Case Study 3: High-Cardinality Metrics Break Observability

Scenario: A service adds user_id as a metric label. Cardinality explodes, costs rise, and dashboards slow down.

Source anchor: OpenTelemetry Semantic Conventions, which standardize attribute names and telemetry meaning.

Module concepts: metrics, labels, cardinality, semantic conventions, traces vs logs.

Wrong Approach

Put every useful field on every metric.

Better Approach

Choose telemetry type by question:

Metric:
low-cardinality aggregate labels: route, status, region

Trace:
request-specific attributes and spans

Log:
detailed event payload with sampling/retention

Tradeoff Table

TelemetryGainRisk
metriccheap aggregate alertingcardinality explosion
logdetailed forensic contextvolume/cost
tracerequest pathsampling gaps
semantic conventionsconsistencymapping discipline

Required Artifact

Write a telemetry schema: metric names, allowed labels, trace attributes, log fields, and banned labels.


Case Study 4: Alert Pages On Cause Instead Of Symptom

Scenario: An alert pages whenever CPU exceeds 80%. At night, batch jobs trigger pages though users are unaffected. During a real checkout outage, CPU stays normal.

Source anchor: Google SRE monitoring guidance recommends paging on symptoms users care about and using cause alerts for tickets/debugging.
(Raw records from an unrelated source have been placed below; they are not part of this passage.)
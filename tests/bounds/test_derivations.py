"""Derivations, to the letter: each step is what the theorem says at this recurrence."""

from __future__ import annotations

import json
from pathlib import Path
from typing import Any

import pytest

from pytest_growthbudget.bounds.budget import describe, parse_budget

ENTRIES = json.loads((Path(__file__).parent / "valid" / "derivations.json").read_text("utf-8"))


@pytest.mark.parametrize("entry", ENTRIES, ids=[e["input"] for e in ENTRIES])
def test_derivation_is_told_whole(entry: dict[str, Any]) -> None:
    """Growth, theorem and every step, as `explain --json` gives them."""
    answer = describe(parse_budget(entry["input"]))
    assert {key: answer[key] for key in entry} == entry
See Google SRE monitoring distributed systems.

Module concepts: symptom alert, cause alert, SLO, runbook, on-call fatigue.

Wrong Approach

Every scary metric pages.

Better Approach

Page on user-impacting symptoms:

Page:
checkout success rate below SLO
p99 latency above SLO

Ticket:
CPU high but no symptom
disk trending full in 7 days

Tradeoff Table

Alert typeGainCost
cause pageearly signalnoisy
symptom pageuser-impact alignedmay be later
ticket alertplanned worknot immediate
no alertquiethidden failure

Required Artifact

Write an alert spec: symptom, threshold, window, severity, runbook, dashboard link, and non-page causes.


Case Study 5: Image Supply Chain Without Provenance

Scenario: A container image is built from latest, pulls unpinned packages, and is deployed without scanning or signing. A vulnerable package ships unnoticed.
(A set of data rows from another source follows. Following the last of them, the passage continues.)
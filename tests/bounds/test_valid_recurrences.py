"""The valid recurrences: the growth expected, and an exact evaluation of T that no theorem enters, against it.

An entry's `python` is its right side as a Python expression of our own data; T is unrolled by it with T = 1 at small
sizes. For "ratio" n is real; for "step" n runs over the integers, in arbitrary precision; for "root" the expression
is in m = log2 n, and for "root-scaled" it gives T(n)/n. If the claim is right, D = log T - log growth settles: its
slope against log n, log log n and log log log n tends to 0, while a wrong exponent shows as its error.
"""

from __future__ import annotations

import json
import math
from collections.abc import Callable, Mapping
from pathlib import Path
from typing import Any

import mpmath
import pytest

from pytest_growthbudget.bounds.budget import parse_budget

TOP = {"ratio": 180, "step": 1440, "root": 2.0**160, "root-scaled": 2.0**160}


class _Missing(Exception):
    """A size whose T is needed first."""


def _unrolled(code: Any, variable: str, base: float) -> Callable[[float], float]:
    """T by an explicit stack: slow branches are thousands of calls deep."""
    memo: dict[float, float] = {}

    def lookup(x: float) -> float:
        if x <= base:
            return 1.0
        key = round(math.log(x), 10)
        if key not in memo:
            raise _Missing(x)
        return memo[key]

    names = {**_FLOATS, "T": lookup}

    def t(x: float) -> float:
        stack = [x]
        while stack:
            try:
                memo[round(math.log(stack[-1]), 10)] = eval(code, {**names, variable: stack[-1]})
                stack.pop()
            except _Missing as missing:  # noqa: PERF203 - the exception is the call
                stack.append(missing.args[0])
        return memo[round(math.log(x), 10)]

    return t


def log_t(entry: Mapping[str, Any]) -> list[list[tuple[float, float]]]:
    """Two groups of (log n, log T(n)), widely apart; within a group the sizes spread, so that periods average out."""
    kind = entry["kind"]
    code = compile(entry["python"], entry["input"], "eval")
    if kind == "step":
        return _steps(code)
    many = entry["python"].count("T(") > 1 or "0.9" in entry["python"]
    out: list[list[tuple[float, float]]] = []
    if kind == "ratio":
        t = _unrolled(code, "n", 40.0)
        for k in (22, 44) if many else (TOP[kind] // 2, TOP[kind]):
            sizes = [2.0 ** (k + j * 0.61) for j in range(4 if many else 16)]
            out.append([(math.log(n), math.log(t(n))) for n in sizes])
        return out
    t = _unrolled(code, "m", 16.0)
    for m in (2.0**15, 2.0**30) if many else (2.0**80, TOP[kind]):
        sizes = [m * 2 ** (j * 0.61) for j in range(6)]
        out.append([(x * math.log(2), math.log(t(x))) for x in sizes])
    return out


_FLOATS: dict[str, Any] = {
    "log": math.log, "log2": math.log2, "sqrt": math.sqrt, "ceil": math.ceil, "floor": math.floor,
}  # fmt: skip


def _steps(code: Any) -> list[list[tuple[float, float]]]:
    top = int(TOP["step"])
    values: list[Any] = []
    names = {
        "log": mpmath.log, "sqrt": mpmath.sqrt, "factorial": mpmath.factorial, "mpf": mpmath.mpf, "isqrt": math.isqrt,
        "int": int,
    }  # fmt: skip
    with mpmath.workdps(30):
        one = mpmath.mpf(1)

        def t(x: int) -> Any:
            return values[x] if x >= 8 else one

        for n in range(top + 1):
            here = one if n < 8 else mpmath.mpf(eval(code, {**names, "T": t, "n": n}))
            values += [here]
        return [[(math.log(n), float(mpmath.log(values[n])))] for n in (top // 4, top)]


def log_claim(expect: Mapping[str, float], log_n: float) -> float:
    """log growth at n = exp(log_n)."""
    total = expect["power"] * log_n + expect["log"] * math.log(log_n)
    if expect["loglog"]:
        total += expect["loglog"] * math.log(math.log(log_n))
    if expect["exp_base"] != 1 or expect["factorial"]:
        n = round(math.exp(log_n))
        total += n * math.log(expect["exp_base"]) + expect["factorial"] * math.lgamma(n + 1)
    return total


def drift(entry: Mapping[str, Any]) -> tuple[float, float, float]:
    """The slopes of log T - log growth against log n, log log n and log log log n between the two largest sizes."""
    expect = dict(entry["expect"])
    if entry["kind"] == "root-scaled":
        expect["power"] -= 1
    (x0, d0), (x1, d1) = (
        (
            sum(x for x, _ in group) / len(group),
            sum(y - log_claim(expect, x) for x, y in group) / len(group),
        )
        for group in log_t(entry)
    )
    d = d1 - d0
    scales: list[Callable[[float], float]] = [
        lambda x: x,
        math.log,
        lambda x: math.log(math.log(x)),
    ]
    slopes = [d / (f(x1) - f(x0)) for f in scales]
    return slopes[0], slopes[1], slopes[2]


ENTRIES = json.loads((Path(__file__).parent / "valid" / "recurrences.json").read_text("utf-8"))
LIMITS = {"ratio": (0.02, 0.5), "step": (0.09, 0.56), "root": (1e-6, 0.02), "root-scaled": (1e-6, 0.02)}
by_input = pytest.mark.parametrize("entry", ENTRIES, ids=[e["input"] for e in ENTRIES])


@by_input
def test_growth_is_the_expected_one(entry: dict[str, Any]) -> None:
    """Every exponent agrees with the entry's to ten digits, by the theorem named; the growth reads back to itself."""
    budget = parse_budget(entry["input"])
    assert budget.kind == "recurrence"
    (term,) = budget.terms()
    (found,) = term.values()
    assert found == pytest.approx(entry["expect"], rel=1e-10, abs=1e-10)
    assert budget.theorem == entry["theorem"]
    assert budget.steps[-1].endswith(f"Θ({budget.theta})")
    assert parse_budget(budget.theta).growth.monomials == budget.growth.monomials


@pytest.mark.parametrize("entry", [e for e in ENTRIES if not e.get("near_critical")], ids=lambda e: e["input"])
def test_unrolled_values_settle_on_the_growth(entry: dict[str, Any]) -> None:
    """T itself, unrolled, stays within a factor of the growth; a wrong log n shows as a slope of 1 against log log n.

    What is left of slower parts (n against n log n at 2^180) is below 0.5 ("step", up to n = 1440: 0.56).
    """
    by_n, by_log, by_loglog = drift(entry)
    assert abs(by_n) < LIMITS[entry["kind"]][0]
    assert abs(by_log) < LIMITS[entry["kind"]][1]
    if entry["expect"]["loglog"]:
        assert abs(by_loglog) < 0.75


@pytest.mark.parametrize(("part", "off"), [("power", 0.2), ("log", 1.0)])
@pytest.mark.parametrize("entry", [e for e in ENTRIES if not e.get("near_critical")][::16], ids=lambda e: e["input"])
def test_a_wrong_claim_would_show(entry: dict[str, Any], part: str, off: float) -> None:
    """The check above fails for a growth that is off by n^0.2 or by log n."""
    for side in (off, -off):
        by_n, by_log, _ = drift({**entry, "expect": {**entry["expect"], part: entry["expect"][part] + side}})
        assert abs(by_n) >= LIMITS[entry["kind"]][0] or abs(by_log) >= LIMITS[entry["kind"]][1]


@pytest.mark.parametrize("entry", [e for e in ENTRIES if e.get("near_critical")], ids=lambda e: e["input"])
def test_near_critical_tolls_fall_on_the_right_side(entry: dict[str, Any]) -> None:
    """a / b^k against 1 in 50 digits, where no size that fits a machine could tell."""
    expect = entry["expect"]
    text = entry["input"]
    a, b = int(text[7 : text.index("T(n/")] or 1), int(text[text.index("n/") + 2 : text.index(")", 9)])
    with mpmath.workdps(50):
        k = mpmath.mpf(text.rsplit("^", 1)[1])
        leaves = mpmath.log(a) / mpmath.log(b)
        assert expect["power"] == pytest.approx(float(max(leaves, k)), abs=1e-9)
        assert abs(leaves - k) > 1e-9
    assert expect["log"] == 0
Source anchor: SLSA provides a framework for supply-chain integrity levels; Sigstore Cosign supports signing container artifacts. See SLSA framework and Sigstore Cosign.
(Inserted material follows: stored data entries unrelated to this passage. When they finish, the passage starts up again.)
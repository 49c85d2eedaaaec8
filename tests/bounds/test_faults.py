"""Refusals: the place, the reason, the whole message, and the time they take."""

from __future__ import annotations

import json
import pickle
import sys
from pathlib import Path
from typing import Any

import pytest

from pytest_growthbudget.bounds.budget import compare, parse_budget
from pytest_growthbudget.bounds.language import BoundError

FAULTS = json.loads((Path(__file__).parent / "invalid" / "faults.json").read_text("utf-8"))


@pytest.mark.parametrize("entry", FAULTS, ids=[ascii(e["input"][:60]) for e in FAULTS])
def test_refused_at_the_right_place(entry: dict[str, Any]) -> None:
    """Each fault is found where it stands, with its reason and what to write instead, to the letter."""
    with pytest.raises(BoundError) as caught:
        parse_budget(entry["input"])
    fault = caught.value
    assert (fault.text, fault.position, fault.end) == (entry["input"], entry["position"], entry["end"])
    assert (fault.message, fault.hint) == (entry["message"], entry.get("hint", ""))


WHOLE = {
    "log n^2": """\
this can mean (log n)^… or log(n^…)
  log n^2
  ~~~~~^
hint: write log^2 n or (log n)^2 for the power, log(n^2) for the other""",
    "T(n) = T(2n) + 1": """\
the argument 2n does not shrink: it must be smaller than n
  T(n) = T(2n) + 1
           ~^
hint: write a part of n, as in n/2, n - 1 or sqrt(n)""",
    "(n log n": """\
this '(' is never closed
  (n log n
  ^""",
    "n log n + Ω(n)": """\
Ω(…) is a lower bound; a budget promises an upper bound
  n log n + Ω(n)
            ^
hint: write O(…), Θ(…) or the bare expression""",
    "T(n) = 2T(n/2) + c": """\
unknown name 'c': the size is 'n'
  T(n) = 2T(n/2) + c
                   ^
hint: leave constant factors out: they do not change the growth""",
}


@pytest.mark.parametrize("text", WHOLE)
def test_whole_message(text: str) -> None:
    """Message, text, marker and hint, to the letter."""
    with pytest.raises(BoundError) as caught:
        parse_budget(text)
    assert str(caught.value) == WHOLE[text]


def test_long_text_is_cut_around_the_place() -> None:
    """80 columns hold the place even of a long input."""
    text = "n + " * 100 + "? + " + "n + " * 60 + "n"
    with pytest.raises(BoundError) as caught:
        parse_budget(text)
    lines = str(caught.value).splitlines()
    assert all(len(line) <= 80 for line in lines)
    assert lines[1][lines[2].index("^")] == "?"


@pytest.mark.parametrize("length", [1, 70, 71, 72, 73, 74, 75, 80, 150, 900])
def test_the_marker_stands_under_the_place(length: int) -> None:
    """At every place of texts that just fit, and of longer ones; what fits is shown whole."""
    text = "".join(chr(ord("a") + i % 26) for i in range(length))
    for position in range(length):
        for end in (position + 1, position + 5, length + 1):
            _, shown, marker = str(BoundError("no", text, position, end)).splitlines()
            start = len(marker) - len(marker.lstrip())
            assert marker.lstrip() == "~" * (len(marker) - start - 1) + "^"
            assert shown[start] == text[position]
            assert max(len(shown), len(marker)) <= 80
            assert shown == f"  {text}" if length <= 72 else shown.strip(" .") in text
            if length <= 72:
                assert len(marker) - start == min(end, length) - position


def test_a_fault_without_a_place_shows_the_text() -> None:
    assert str(BoundError("no", "n" * 72)) == "no\n  " + "n" * 72
    assert str(BoundError("no", "n" * 73, hint="x")) == "no\n  " + "n" * 69 + "...\nhint: x"
    assert str(BoundError("no", "a\tb\n", 1)) == "no\n  a b \n   ^"


HOSTILE = [
    "n" * 10_000, "(" * 5_000, "(" * 400 + "n" + ")" * 400, "-" * 10_000, "+".join("n" * 400), "9**9**9**9",
    "9^9^9^9", "n!" * 400, "log " * 240 + "n", "sqrt(" * 190 + "n", "(n+1)^" * 150 + "2", "n^" * 490 + "n",
    "(" * 25 + "n+1" + ")^2" * 25, "(n+m+k+1)^8", "T(n) = " + "+".join(f"T(n/{i})" for i in range(2, 90)),
    "T(n) = " + "+".join(f"T(n-{i})" for i in range(1, 90)) + " + 1.99999999^n",
    "T(n) = T(n-1000000000) + 1", "T(n) = T(n-1000000000) + T(n-1) + 2^n", "T(n) = T(n-999999999999999999999) + n",
    "T(n) = T(n/10000000000) + T(n/3) + n", "T(n) = T(0.999999999n) + T(0.000000001n) + n",
    "T(n) = T(n/2)+T(n/3)+T(n/5)+T(n/7)+T(n/11)+n^0.999", "n^123456789012345678901234567890", "(10^100)!",
    "123456789012345678901234567890123456789012345678901234567^n", "T(n)=" + "2*" * 400 + "T(n/2)",
    "((((((n+1)^8+1)^8+1)^8+1)^8+1)^8+1)^8", "log(" * 28 + "n" + ")" * 28, "{x: x^99999 = x + 1}^n", "{" * 500,
    "1" + "0" * 59, "n^0." + "0" * 50 + "1", "T(n) = 1.0000000000000000000000001 T(n/2) + 1", ";" * 900,
    "T(n) = T(n/2) " + "; T(1) = 1" * 80, "max(" + ",".join("n" * 12) + ")", "a+b+c+d+f+g+h+i+j+k+l",
    "(a+b)(c+d)(f+g)(h+i)(j+k)(l+p)(q+r)",
]  # fmt: skip


@pytest.mark.parametrize("text", HOSTILE, ids=range(len(HOSTILE)))
def test_hostile_text_is_answered(text: str) -> None:
    """An answer or the package's own error; work is bounded by counts, checked here by steps of the interpreter."""
    calls = 0

    def count(frame: Any, event: str, arg: object) -> None:
        nonlocal calls
        calls += event == "call"

    before = sys.getprofile()
    sys.setprofile(count)
    try:
        parse_budget(text)
    except BoundError as fault:
        message = str(fault)
    else:
        message = "answered"
    finally:
        sys.setprofile(before)
    assert message
    assert calls < 120_000


@pytest.mark.parametrize(
    ("a", "b"),
    [
        ("V", "E"),
        ("V^2 + E", "V + E log V"),
        ("V E^3", "V^2 + E^3"),
        ("V^3 / W", "V^2 + V W / E"),
        # The left side is larger only for E near V^2, V^5 and V^15.
        ("V E", "V^2.2 + E^1.4"),
        ("V E", "V^5 + E^1.15"),
        ("V E", "V^11 + E^1.05"),
        ("a b + c + d + f + g + h + i", "a + b + c^2 + d + f + g + h + i"),
    ],
)
def test_incomparable_growths_are_refused(a: str, b: str) -> None:
    """Sizes that grow independently have no order: each side is the larger one somewhere."""
    for left, right in ((a, b), (b, a)):
        with pytest.raises(BoundError) as caught:
            compare(left, right)
        assert str(caught.value) == (
            "the two growths are incomparable: which is larger depends on how the sizes grow together"
            f"\n  {left} / {right}"
        )


@pytest.mark.parametrize(
    ("a", "b"),
    [
        ("a b c", "a^3 + b^3 + c^3"),
        ("2^E V", "2^V + 2^E E"),
        ("a b + c + d + f + g + h + i + j", "a^2 + b^2 + c + d + f + g + h + i + j"),
    ],
)
def test_an_order_without_proof_is_no_answer(a: str, b: str) -> None:
    """The left side is the smaller one, but not by a theorem that is known here."""
    with pytest.raises(BoundError) as caught:
        compare(a, b)
    assert caught.value.message == "no proof of the order of these two sums was found"
    assert caught.value.hint == "no answer is given without a proof"


def test_error_travels_between_processes() -> None:
    """A worker's error arrives whole."""
    with pytest.raises(BoundError) as caught:
        parse_budget("log n^2")
    copy = pickle.loads(pickle.dumps(caught.value))
    assert str(copy) == str(caught.value)
    assert (copy.position, copy.end, copy.hint) == (0, 6, caught.value.hint)
    assert copy.args == caught.value.args == (caught.value.message,)


def test_not_text_is_refused() -> None:
    """Anything but text is named by its type."""
    with pytest.raises(BoundError, match="must be text, not int"):
        parse_budget(3)  # type: ignore[arg-type]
Module concepts: image hardening, provenance, signing, scanning, SBOM.

Wrong Approach

"It built successfully, so it is safe to deploy."

Better Approach

Add supply-chain controls:

base image pinned
dependencies locked
image scanned
SBOM generated
image signed
deployment verifies signature

Tradeoff Table

ControlGainCost
scanfinds known CVEsfalse positives
SBOMinventorygeneration/storage
signingprovenancekeyless/key workflow
pinned baserepeatabilitypatch update process

Required Artifact

Write a container release security checklist with scan, SBOM, signing, and exception policy.


Source Map

SourceUse it for
OWASP Threat Modeling Cheat SheetSTRIDE and threat-model process
Vault Database Secrets Enginedynamic database credentials
OpenTelemetry Semantic Conventionstelemetry attributes and consistency
Google SRE monitoringsymptom vs cause monitoring
SLSAsupply-chain integrity model
Sigstore Cosignartifact signing

Completion Standard

  • At least three artifacts are completed.
  • At least one artifact includes a STRIDE table.
  • At least one artifact defines a secret lifecycle.
  • At least one artifact defines alert/runbook behavior.
  • At least one artifact covers supply-chain controls.